◆ **ABOUT THIS EXERCISE**:
Match the string "quantity" against each line below, and copy every line that matches.

[Stored data entries]
"""

import { type ColumnMapSpecification } from '../../domain/column-map'
import { unitFromAlias } from '../../analysis/units/unit-from-alias'
import { type Layout } from '../find-layout'
import { absenceOf, MISSING_NUMBER } from '../missing-words'
import { NumberColumn } from '../number-column'
import { readNumberText } from '../number-text'
import { ProblemList } from '../problem-list'
import { readRows } from '../read-rows'
import { type OpenedFile, type RawTable } from '../table'
import { type AppliedReading, emptyReading, notNumber, notNumbered, nothingRead, overRange } from './applied-reading'
import { orderByTime } from './order-by-time'
import { RowClock } from './row-clock'
import { SpeciesWords } from './species-words'

interface Injection {
  readonly number: number
  readonly firstRow: number
  lastRow: number
  readonly clockIndex: number
  readonly values: Map<string, { readonly value: number; readonly isCensored: boolean }>
}

/** Analyser table with one row a peak: rows of the same number and time are one injection. */
export async function readLongInjections(
  file: OpenedFile,
  table: RawTable,
  layout: Layout,
  specification: ColumnMapSpecification,
): Promise<AppliedReading> {
  const problems = new ProblemList()
  const clock = new RowClock(specification, layout.preamble)
  if (clock.startFault !== null) {
    problems.add(clock.startFault)
    return emptyReading(specification, problems.list())
  }
  const column = (meaning: string) => specification.columns.find((one) => one.meaning === meaning)
  const nameColumn = column('species-name')
  const valueColumn = column('area') ?? column('mole-fraction')
  const numberColumn = column('injection-number')
  if (nameColumn === undefined || valueColumn === undefined) return emptyReading(specification, nothingRead(0))
  const isArea = valueColumn.meaning === 'area'
  const toSi = isArea ? (value: number) => value : (unitFromAlias(valueColumn.unit, 'fraction')?.toSi ?? null)
  if (toSi === null) return emptyReading(specification, nothingRead(0))
  const known = new SpeciesWords([])
  const mark = specification.decimalMark
  const species: string[] = []
  const unknown = new Set<string>()
  const injections: Injection[] = []
  const seen = new Map<string, Injection>()

  const { problems: rowProblems } = await readRows(file, table, layout, (cells, line) => {
    const fault = clock.add(cells, line)
    if (fault !== null) return fault
    const index = clock.instants.length - 1
    const name = String(cells[nameColumn.index] ?? '').trim()
    if (name === '') {
      // a peak without a name: nothing says what it is
      clock.undo()
      return {
        code: 'unknown-species',
        severity: 'problem',
        line,
        column: nameColumn.header,
        expected: 'the name of a species',
        sentence: `Line ${String(line)} has a peak without a name in “${nameColumn.header}”. The row was not read.`,
      }
    }
    const formula = known.named(name) ?? (/^[A-Za-z][A-Za-z0-9()+-]{0,19}$/.test(name) ? name : null)
    if (formula === null) {
      clock.undo()
      if (unknown.has(name)) return 'good'
      unknown.add(name)
      problems.add({
        code: 'unknown-species',
        severity: 'note',
        line,
        column: nameColumn.header,
        found: name,
        expected: 'a species by formula or name',
        sentence: `“${name.slice(0, 60)}” (first in line ${String(line)}) is no species that is known here. Its peaks are passed over.`,
      })
      return 'good'
    }
    if (!species.includes(formula)) species.push(formula)
    const numberCell = numberColumn === undefined ? '' : (cells[numberColumn.index] ?? '')
    const readNumber = typeof numberCell === 'number' ? numberCell : readNumberText(numberCell, mark)
    const stated = readNumber === MISSING_NUMBER ? null : readNumber
    const instant = clock.instants.last()
    const key = `${stated === null ? '' : String(stated)} ${String(instant)}`
    let injection = injections.at(-1)
    if (injection === undefined || seen.get(key) !== injection) {
      const earlier = seen.get(key)
      if (earlier !== undefined) injection = earlier
      else {
        if (stated === null && numberColumn !== undefined)
          problems.add(notNumbered(line, numberColumn, String(numberCell), injections.length + 1))
        injection = {
          number: stated ?? injections.length + 1,
          firstRow: line,
          lastRow: line,
          clockIndex: index,
          values: new Map(),
        }
        injections.push(injection)
        seen.set(key, injection)
      }
    }
    injection.lastRow = Math.max(injection.lastRow, line)
    const cell = cells[valueColumn.index] ?? ''
    const number = typeof cell === 'number' ? cell : readNumberText(cell, mark)
    const value = number === MISSING_NUMBER ? null : number
    const text = String(cell)
    const absence = value === null ? absenceOf(text) : null
    if (value === null && absence === null) problems.add(notNumber(line, valueColumn, text, mark))
    if (absence === 'over-range') problems.add(overRange(line, valueColumn, text))
    if (injection.values.has(formula)) {
      problems.add({
        code: 'duplicate-injection',
        severity: 'problem',
        line,
        column: nameColumn.header,
        found: name,
        expected: 'each species once in an injection',
        sentence: `Line ${String(line)}: injection ${String(injection.number)} has ${name.slice(0, 40)} a second time. The first one is kept.`,
      })
      return 'good'
    }
    injection.values.set(formula, {
      value: value === null ? Number.NaN : toSi(value),
      isCensored: value === null && (absence === 'censored' || text.trim() === ''),
    })
    return 'good'
  })
  clock.settle()
  const byNumber = new Map<number, Injection>()
  for (const injection of injections) {
    const other = byNumber.get(injection.number)
    if (other !== undefined && numberColumn !== undefined)
      problems.add({
        code: 'duplicate-injection',
        severity: 'problem',
        line: injection.firstRow,
        column: numberColumn.header,
        found: String(injection.number),
        expected: 'each injection number once',
        sentence: `Line ${String(injection.firstRow)}: injection ${String(injection.number)} comes again with another time (first in line ${String(other.firstRow)}). Both are kept.`,
      })
    else byNumber.set(injection.number, injection)
  }
  const numbers = (pick: (injection: Injection) => number): Float64Array => {
    const values = new NumberColumn()
    for (const injection of injections) values.push(pick(injection))
    return values.toArray()
  }
  const quantity = isArea ? 'area' : 'moleFraction'
  const ordered = orderByTime(
    [
      { name: 'time', unit: 's', values: numbers((injection) => clock.instants.at(injection.clockIndex)) },
      { name: 'number', unit: '1', values: numbers((injection) => injection.number) },
      { name: 'sourceRow', unit: '1', values: numbers((injection) => injection.firstRow) },
      { name: 'lastSourceRow', unit: '1', values: numbers((injection) => injection.lastRow) },
      ...species.map((formula) => ({
        name: `${quantity}.${formula}`,
        unit: isArea ? 'count' : '1',
        values: numbers((injection) => injection.values.get(formula)?.value ?? Number.NaN),
      })),
      // a species that an injection does not list was not found in it
      ...species.map((formula) => ({
        name: `isCensored.${formula}`,
        unit: '1',
        values: numbers((injection) => (injection.values.get(formula)?.isCensored === false ? 0 : 1)),
      })),
    ],
    'injection',
  )
  return {
    kind: 'injections',
    rowCount: injections.length,
    channels: ordered.channels,
    problems: [...problems.list(), ...rowProblems, ...ordered.problems, ...nothingRead(injections.length)],
    specification,
    hasUnsettledHour: clock.hasUnsettledHour,
  }
}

"""

◆ **COMPLETED TASK**:
  const quantity = isArea ? 'area' : 'moleFraction'
        name: `${quantity}.${formula}`,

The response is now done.